**ASSIGNMENT**
Each entry must be copied exactly, without omission.

**RECORDS SHOWN**

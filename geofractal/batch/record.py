"""The run record: what went in, with what it was measured, what came out and what was refused."""

from __future__ import annotations

import sys
from collections import Counter
from collections.abc import Sequence
from dataclasses import dataclass, field
from datetime import UTC, datetime
from typing import TYPE_CHECKING, Any, Self

import pyarrow as pa
import pyarrow.compute as pc

from geofractal.batch.covers import cover_record
from geofractal.batch.parts import NOT_WANTED, note_name
from geofractal.config.models import Batch, MeasureRequest
from geofractal.errors import GeofractalError
from geofractal.measure import Column
from geofractal.registry import load_measure
from geofractal.versions import show_versions

if TYPE_CHECKING:
    from geofractal.batch.covers import MeasuredCover
    from geofractal.batch.run import Measured

REASONS_KEPT = 50

CAUTIONS = (
    "The figures describe mapped geometry at stated scales. They are not for navigation, flood or erosion "
    "hazard lines, legal boundaries or title, or engineering design; such uses follow local codes, the "
    "competent authority and licensed practice. Habitat and river decisions need field evidence and a "
    "qualified ecologist or geomorphologist."
)


def peak_memory_mb() -> float | None:
    """Return this process's peak resident memory in MB so far, or None where the system does not say."""
    try:
        import resource
    except ImportError:
        return None
    peak = resource.getrusage(resource.RUSAGE_SELF).ru_maxrss
    return round(peak / (1e6 if sys.platform == "darwin" else 1e3), 1)


@dataclass
class MeasureTally:
    """Counts of one measure on one layer, from its columns alone.

    A row counts as refused where it was to be measured and the measure's first column is null; the
    reason is the first thing that its note says.
    """

    request: MeasureRequest
    columns: Sequence[Column]
    note: str
    rows: int = 0
    left_out: int = 0
    refused: int = 0
    reasons: Counter[str] = field(default_factory=Counter)
    ranges: dict[str, tuple[float, float]] = field(default_factory=dict)
    words: dict[str, Counter[str]] = field(default_factory=dict)

    @classmethod
    def of(cls, request: MeasureRequest) -> Self:
        """Return an empty tally of one measure asked of one layer."""
        return cls(request, request.columns(), note_name(request))

    def refusals(self, batch: pa.RecordBatch) -> pa.Array:
        """Return which rows were to be measured and have no figure."""
        unwanted = pc.equal(batch.column(self.note), NOT_WANTED).fill_null(False)
        return pc.and_not(pc.is_null(batch.column(self.columns[0].name)), unwanted)

    def add(self, batch: pa.RecordBatch) -> None:
        """Add the rows of one part."""
        missing = self.refusals(batch)
        self.rows += batch.num_rows
        self.refused += int(pc.sum(missing).as_py() or 0)
        self.left_out += int(pc.sum(pc.equal(batch.column(self.note), NOT_WANTED)).as_py() or 0)
        notes = batch.column(self.note).filter(missing).fill_null("no reason given")
        self.reasons.update(_counted(pc.list_element(pc.split_pattern(notes, "; ", max_splits=1), 0)))
        for column in self.columns:
            values = batch.column(column.name).drop_null()
            if column.kind == "text" and column.name != self.note:
                self.words.setdefault(column.name, Counter()).update(_counted(values))
            elif column.kind in {"number", "count"} and len(values):
                low, high = pc.min_max(values).as_py().values()
                known = self.ranges.get(column.name, (low, high))
                self.ranges[column.name] = (min(low, known[0]), max(high, known[1]))

    def summary(self) -> dict[str, Any]:
        """Return the tally as it stands in the record."""
        kept = sorted(self.reasons.items(), key=lambda item: (-item[1], item[0]))
        reasons = dict(kept[:REASONS_KEPT])
        if len(kept) > REASONS_KEPT:
            reasons["other reasons"] = sum(count for _, count in kept[REASONS_KEPT:])
        return {
            "measure": self.request.measure,
            "prefix": self.request.prefix,
            "version": load_measure(self.request.measure).version,
            "options": self.request.options.model_dump(mode="json", by_alias=True),
            "rows": self.rows,
            "left_out_by_where": self.left_out,
            "answered": self.rows - self.left_out - self.refused,
            "refused": self.refused,
            "refused_by_reason": reasons,
            "ranges": {name: {"min": low, "max": high} for name, (low, high) in self.ranges.items()},
            "words": {name: dict(sorted(words.items())) for name, words in self.words.items()},
        }


def _counted(values: pa.Array) -> dict[str, int]:
    return {entry["values"]: entry["counts"] for entry in pc.value_counts(values).to_pylist()}


def run_record(
    batch: Batch,
    measured: Sequence[Measured],
    covers: Sequence[MeasuredCover],
    failed: dict[str, GeofractalError],
    started: datetime,
) -> dict[str, Any]:
    """Return the record of a run that has ended."""
    layers = {found.plan.name: layer_record(found, batch) for found in measured}
    maps = {found.plan.name: cover_record(found) for found in covers}
    refused = sum(tally.refused for found in measured for tally in found.tallies)
    refused += sum(tally["refused"] for told in maps.values() for tally in told["measures"])
    inputs = {found.plan.info.path: found.before for found in measured}
    for found in covers:
        inputs |= found.prints
    return {
        "batch": batch.name,
        "batch_file": str(batch.file) if batch.file else None,
        "started": started.isoformat(timespec="seconds"),
        "seconds": round((datetime.now(UTC) - started).total_seconds(), 3),
        "peak_memory_mb": peak_memory_mb(),
        "exit_code": 3 if failed else int(refused > 0 and batch.run.refusals == "fail"),
        "refused": refused,
        "inputs": [
            {"path": str(path), "size_bytes": before.size, "sha256": before.sha256}
            for path, before in sorted(inputs.items())
        ],
        "layers": layers | {name: _joined(layers.get(name), told) for name, told in maps.items()},
        "failed_layers": {name: str(error) for name, error in failed.items()},
        "versions": show_versions(),
        "cautions": CAUTIONS,
    }


def _joined(layer: dict[str, Any] | None, cover: dict[str, Any]) -> dict[str, Any]:
    """Return the record of a class map; with that of its rows, where polygons were measured both ways."""
    if layer is None:
        return cover
    seconds = {step: round(layer["seconds"][step] + cover["seconds"][step], 3) for step in cover["seconds"]}
    return cover | layer | {"measures": [*layer["measures"], *cover["measures"]], "seconds": seconds}


def layer_record(found: Measured, batch: Batch) -> dict[str, Any]:
    """Return what the record says of a measured layer."""
    from pyproj import CRS

    info, work = found.plan.info, found.plan.work
    return {
        "source": str(info.path),
        "layer": info.layer,
        "format": info.driver,
        "geometry": info.geometry,
        "crs": {"name": CRS.from_user_input(info.crs).name, "wkt": info.crs},
        "rows": info.features,
        "where": found.plan.layer.where,
        "prepare": work.prepare.model_dump(mode="json", by_alias=True),
        "plane": {
            "asked": work.projector.plane,
            "budget_percent": 100.0 * work.projector.budget,
            "three_dimensions": work.projector.three_dimensions,
            "edges": work.projector.edges,
        },
        "measures": [tally.summary() for tally in found.tallies],
        "ladder_tables": [
            {
                "measure": table.request.measure,
                "files": [str(path) for path in table.targets(batch)],
                "rows": found.ladder_rows[table.name],
            }
            for table in work.ladders
        ],
        "copies": {
            word: {
                "files": [str(path) for path in written.paths],
                "rows": written.rows,
                "losses": [str(loss) for loss in written.losses],
            }
            for word, written in found.written.items()
        },
        "seconds": {"measuring": round(found.seconds, 3), "writing": round(found.writing_s, 3)},
    }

**OUTPUT FOR THIS EXERCISE**
filename geofractal/batch/record.py
"""The run record: what went in, with what it was measured, what came out and what was refused."""

from __future__ import annotations

import sys
from collections import Counter
from collections.abc import Sequence
from dataclasses import dataclass, field
from datetime import UTC, datetime
from typing import TYPE_CHECKING, Any, Self

import pyarrow as pa
import pyarrow.compute as pc

from geofractal.batch.covers import cover_record
from geofractal.batch.parts import NOT_WANTED, note_name
from geofractal.config.models import Batch, MeasureRequest
from geofractal.errors import GeofractalError
from geofractal.measure import Column
from geofractal.registry import load_measure
from geofractal.versions import show_versions

if TYPE_CHECKING:
    from geofractal.batch.covers import MeasuredCover
    from geofractal.batch.run import Measured

REASONS_KEPT = 50

CAUTIONS = (
    "The figures describe mapped geometry at stated scales. They are not for navigation, flood or erosion "
    "hazard lines, legal boundaries or title, or engineering design; such uses follow local codes, the "
    "competent authority and licensed practice. Habitat and river decisions need field evidence and a "
    "qualified ecologist or geomorphologist."
)


def peak_memory_mb() -> float | None:
    """Return this process's peak resident memory in MB so far, or None where the system does not say."""
    try:
        import resource
    except ImportError:
        return None
    peak = resource.getrusage(resource.RUSAGE_SELF).ru_maxrss
    return round(peak / (1e6 if sys.platform == "darwin" else 1e3), 1)


@dataclass
class MeasureTally:
    """Counts of one measure on one layer, from its columns alone.

    A row counts as refused where it was to be measured and the measure's first column is null; the
    reason is the first thing that its note says.
    """

    request: MeasureRequest
    columns: Sequence[Column]
    note: str
    rows: int = 0
    left_out: int = 0
    refused: int = 0
    reasons: Counter[str] = field(default_factory=Counter)
    ranges: dict[str, tuple[float, float]] = field(default_factory=dict)
    words: dict[str, Counter[str]] = field(default_factory=dict)

    @classmethod
    def of(cls, request: MeasureRequest) -> Self:
        """Return an empty tally of one measure asked of one layer."""
        return cls(request, request.columns(), note_name(request))

    def refusals(self, batch: pa.RecordBatch) -> pa.Array:
        """Return which rows were to be measured and have no figure."""
        unwanted = pc.equal(batch.column(self.note), NOT_WANTED).fill_null(False)
        return pc.and_not(pc.is_null(batch.column(self.columns[0].name)), unwanted)

    def add(self, batch: pa.RecordBatch) -> None:
        """Add the rows of one part."""
        missing = self.refusals(batch)
        self.rows += batch.num_rows
        self.refused += int(pc.sum(missing).as_py() or 0)
        self.left_out += int(pc.sum(pc.equal(batch.column(self.note), NOT_WANTED)).as_py() or 0)
        notes = batch.column(self.note).filter(missing).fill_null("no reason given")
        self.reasons.update(_counted(pc.list_element(pc.split_pattern(notes, "; ", max_splits=1), 0)))
        for column in self.columns:
            values = batch.column(column.name).drop_null()
            if column.kind == "text" and column.name != self.note:
                self.words.setdefault(column.name, Counter()).update(_counted(values))
            elif column.kind in {"number", "count"} and len(values):
                low, high = pc.min_max(values).as_py().values()
                known = self.ranges.get(column.name, (low, high))
                self.ranges[column.name] = (min(low, known[0]), max(high, known[1]))

    def summary(self) -> dict[str, Any]:
        """Return the tally as it stands in the record."""
        kept = sorted(self.reasons.items(), key=lambda item: (-item[1], item[0]))
        reasons = dict(kept[:REASONS_KEPT])
        if len(kept) > REASONS_KEPT:
            reasons["other reasons"] = sum(count for _, count in kept[REASONS_KEPT:])
        return {
            "measure": self.request.measure,
            "prefix": self.request.prefix,
            "version": load_measure(self.request.measure).version,
            "options": self.request.options.model_dump(mode="json", by_alias=True),
            "rows": self.rows,
            "left_out_by_where": self.left_out,
            "answered": self.rows - self.left_out - self.refused,
            "refused": self.refused,
            "refused_by_reason": reasons,
            "ranges": {name: {"min": low, "max": high} for name, (low, high) in self.ranges.items()},
            "words": {name: dict(sorted(words.items())) for name, words in self.words.items()},
        }


def _counted(values: pa.Array) -> dict[str, int]:
    return {entry["values"]: entry["counts"] for entry in pc.value_counts(values).to_pylist()}


def run_record(
    batch: Batch,
    measured: Sequence[Measured],
    covers: Sequence[MeasuredCover],
    failed: dict[str, GeofractalError],
    started: datetime,
) -> dict[str, Any]:
    """Return the record of a run that has ended."""
    layers = {found.plan.name: layer_record(found, batch) for found in measured}
    maps = {found.plan.name: cover_record(found) for found in covers}
    refused = sum(tally.refused for found in measured for tally in found.tallies)
    refused += sum(tally["refused"] for told in maps.values() for tally in told["measures"])
    inputs = {found.plan.info.path: found.before for found in measured}
    for found in covers:
        inputs |= found.prints
    return {
        "batch": batch.name,
        "batch_file": str(batch.file) if batch.file else None,
        "started": started.isoformat(timespec="seconds"),
        "seconds": round((datetime.now(UTC) - started).total_seconds(), 3),
        "peak_memory_mb": peak_memory_mb(),
        "exit_code": 3 if failed else int(refused > 0 and batch.run.refusals == "fail"),
        "refused": refused,
        "inputs": [
            {"path": str(path), "size_bytes": before.size, "sha256": before.sha256}
            for path, before in sorted(inputs.items())
        ],
        "layers": layers | {name: _joined(layers.get(name), told) for name, told in maps.items()},
        "failed_layers": {name: str(error) for name, error in failed.items()},
        "versions": show_versions(),
        "cautions": CAUTIONS,
    }


def _joined(layer: dict[str, Any] | None, cover: dict[str, Any]) -> dict[str, Any]:
    """Return the record of a class map; with that of its rows, where polygons were measured both ways."""
    if layer is None:
        return cover
    seconds = {step: round(layer["seconds"][step] + cover["seconds"][step], 3) for step in cover["seconds"]}
    return cover | layer | {"measures": [*layer["measures"], *cover["measures"]], "seconds": seconds}


def layer_record(found: Measured, batch: Batch) -> dict[str, Any]:
    """Return what the record says of a measured layer."""
    from pyproj import CRS

    info, work = found.plan.info, found.plan.work
    return {
        "source": str(info.path),
        "layer": info.layer,
        "format": info.driver,
        "geometry": info.geometry,
        "crs": {"name": CRS.from_user_input(info.crs).name, "wkt": info.crs},
        "rows": info.features,
        "where": found.plan.layer.where,
        "prepare": work.prepare.model_dump(mode="json", by_alias=True),
        "plane": {
            "asked": work.projector.plane,
            "budget_percent": 100.0 * work.projector.budget,
            "three_dimensions": work.projector.three_dimensions,
            "edges": work.projector.edges,
        },
        "measures": [tally.summary() for tally in found.tallies],
        "ladder_tables": [
            {
                "measure": table.request.measure,
                "files": [str(path) for path in table.targets(batch)],
                "rows": found.ladder_rows[table.name],
            }
            for table in work.ladders
        ],
        "copies": {
            word: {
                "files": [str(path) for path in written.paths],
                "rows": written.rows,
                "losses": [str(loss) for loss in written.losses],
            }
            for word, written in found.written.items()
        },
        "seconds": {"measuring": round(found.seconds, 3), "writing": round(found.writing_s, 3)},
    }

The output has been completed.